§ **Saved data entries**

▼▼▼

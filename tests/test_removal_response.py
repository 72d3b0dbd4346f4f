"""The balance at a chosen removal (`balance_frame(..., removal_pct=)`) and its affine
response to the removal (`removal_response`)."""

from __future__ import annotations

import datetime as dt

import numpy as np
import pandas as pd
import pytest

from helpers import START, minimal_sheets, set_value, workbook_bytes
from reagentplan import chemistry as chem
from reagentplan.balance import BALANCE_COLUMNS, RESPONSE_COLUMNS, balance_frame, removal_response
from reagentplan.scenario import load_scenario


def scenario(boiler="pc", chlorine=0.1, periods=True):
    s = minimal_sheets(days=10)
    # some chlorine (limestone for HCl does not move with removal), slip fly ash into the
    # cake, and a period setting so the setpoint differs by day
    s["coal_sources"][1][5] = chlorine
    s["coal_sources"][2][5] = chlorine
    s["coal_blend"].append([START + dt.timedelta(days=5), "Coal B", 100])
    set_value(s, "scrubber", "esp_efficiency_pct", None, 99.5)
    set_value(s, "scrubber", "oxidation_pct", None, 98)
    if boiler == "cfb":
        set_value(s, "plant", "boiler", None, "cfb")
        set_value(s, "scrubber", "removal_pct", None, 90)
        set_value(s, "scrubber", "ca_s_ratio", None, 2.5)
        s["storage"] = [r for r in s["storage"] if r[0] != "gypsum"]
        s["buyers"] = [r for r in s["buyers"] if r[1] != "gypsum"]
        s["disposal"] = [r for r in s["disposal"] if r[1] != "gypsum"]
    if periods:
        s["period_settings"] = [["first_date", "last_date", "key", "value"],
                                [START + dt.timedelta(days=2), START + dt.timedelta(days=3),
                                 "removal_pct", 95]]
    return load_scenario(workbook_bytes(s))


def test_removal_column_is_appended_without_renaming():
    assert "removal_pct" in BALANCE_COLUMNS[12:]
    assert BALANCE_COLUMNS[:12] == ("date", "coal_t", "heat_input_gj", "so2_formed_t",
                                    "so2_removed_t", "so2_emitted_t", "so2_kg_per_gj",
                                    "limestone_t", "gypsum_wet_t", "gypsum_purity_pct",
                                    "fly_ash_t", "bottom_ash_t")


def test_default_removal_column_is_the_setpoint_with_period_settings():
    frame = balance_frame(scenario())
    assert list(frame.columns) == list(BALANCE_COLUMNS)
    assert list(frame["removal_pct"]) == [97, 97, 95, 95, 97, 97, 97, 97, 97, 97]


@pytest.mark.parametrize("boiler", ["pc", "cfb"])
def test_removal_equal_to_the_setpoint_gives_todays_balance(boiler):
    scn = scenario(boiler)
    today = balance_frame(scn)
    given = balance_frame(scn, removal_pct=scn.daily_setting("removal_pct"))
    pd.testing.assert_frame_equal(given, today, check_exact=True)
    # and without the new column, the frame is today's (existing columns unchanged)
    assert list(today.columns[:-1]) == list(BALANCE_COLUMNS[:-1])


def test_a_chosen_removal_moves_the_day_it_is_chosen_for():
    scn = scenario()
    chosen = scn.daily_setting("removal_pct").copy()
    chosen[7] = 99.0
    a, b = balance_frame(scn), balance_frame(scn, removal_pct=chosen)
    assert b["removal_pct"].iloc[7] == 99.0
    changed = ~np.isclose(a["so2_removed_t"], b["so2_removed_t"])
    assert list(np.flatnonzero(changed)) == [7]
    # SO2 removed is the SO2 formed times the removal (no sorbent injection here)
    assert b["so2_removed_t"].iloc[7] == pytest.approx(b["so2_formed_t"].iloc[7] * 0.99, rel=1e-12)


def test_removal_of_the_wrong_length_is_refused():
    with pytest.raises(ValueError, match="one value per horizon day"):
        balance_frame(scenario(), removal_pct=[97.0] * 3)


@pytest.mark.parametrize("boiler", ["pc", "cfb"])
def test_response_is_exact_a_third_point_lies_on_the_line(boiler):
    scn = scenario(boiler)
    resp = removal_response(scn)
    assert list(resp["date"]) == list(scn.dates)
    assert list(resp["removal_pct"]) == list(scn.daily_setting("removal_pct"))
    for third in (60.0, 91.3, 99.9):
        r = np.full(scn.plant.horizon_days, third)
        at = balance_frame(scn, removal_pct=r)
        for q in RESPONSE_COLUMNS:
            line = resp[q] + resp[f"{q}_per_pct"] * (r - resp["removal_pct"])
            assert np.allclose(line, at[q], rtol=1e-10, atol=1e-9), (q, third)


def test_response_value_is_the_balance_at_the_setpoint():
    scn = scenario()
    resp, base = removal_response(scn), balance_frame(scn)
    for q in RESPONSE_COLUMNS:
        assert np.array_equal(resp[q].to_numpy(), base[q].to_numpy()), q


def test_response_slopes_limestone_rises_and_emissions_fall():
    resp = removal_response(scenario())
    for q in ("limestone_t", "caco3_need_t", "gypsum_wet_t", "gypsum_dry_t", "so2_removed_t"):
        assert (resp[f"{q}_per_pct"] > 0).all(), q
    assert (resp["so2_emitted_t_per_pct"] < 0).all()
    # pc: the ash does not move with the scrubber's removal
    assert (resp["fly_ash_t_per_pct"] == 0).all() and (resp["bottom_ash_t_per_pct"] == 0).all()


def test_response_slope_by_hand():
    """Per percentage point: SO2 removed moves by SO2 formed / 100, and the limestone by
    that × Ca/S × M(CaCO3)/M(SO2) / CaCO3 purity (molar masses: IUPAC, through the
    project's chemistry module)."""
    scn = scenario(chlorine=0.0, periods=False)
    resp, base = removal_response(scn), balance_frame(scn)
    per = base["so2_formed_t"] / 100
    assert np.allclose(resp["so2_removed_t_per_pct"], per, rtol=1e-10)
    assert np.allclose(resp["so2_emitted_t_per_pct"], -per, rtol=1e-10)
    stone = per * 1.03 * chem.CACO3 / chem.SO2 / 0.94
    assert np.allclose(resp["limestone_t_per_pct"], stone, rtol=1e-10)


def test_cfb_ash_moves_with_the_bed_capture():
    resp = removal_response(scenario("cfb"))
    assert (resp["fly_ash_t_per_pct"] > 0).all() and (resp["bottom_ash_t_per_pct"] > 0).all()
    assert (resp["gypsum_wet_t"] == 0).all() and (resp["gypsum_wet_t_per_pct"] == 0).all()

▲▲▲

§ **Task directions**
Among the entries, find each line that includes the string "plant" and copy it.

§ **Answer to this problem**
        set_value(s, "plant", "boiler", None, "cfb")
        r = np.full(scn.plant.horizon_days, third)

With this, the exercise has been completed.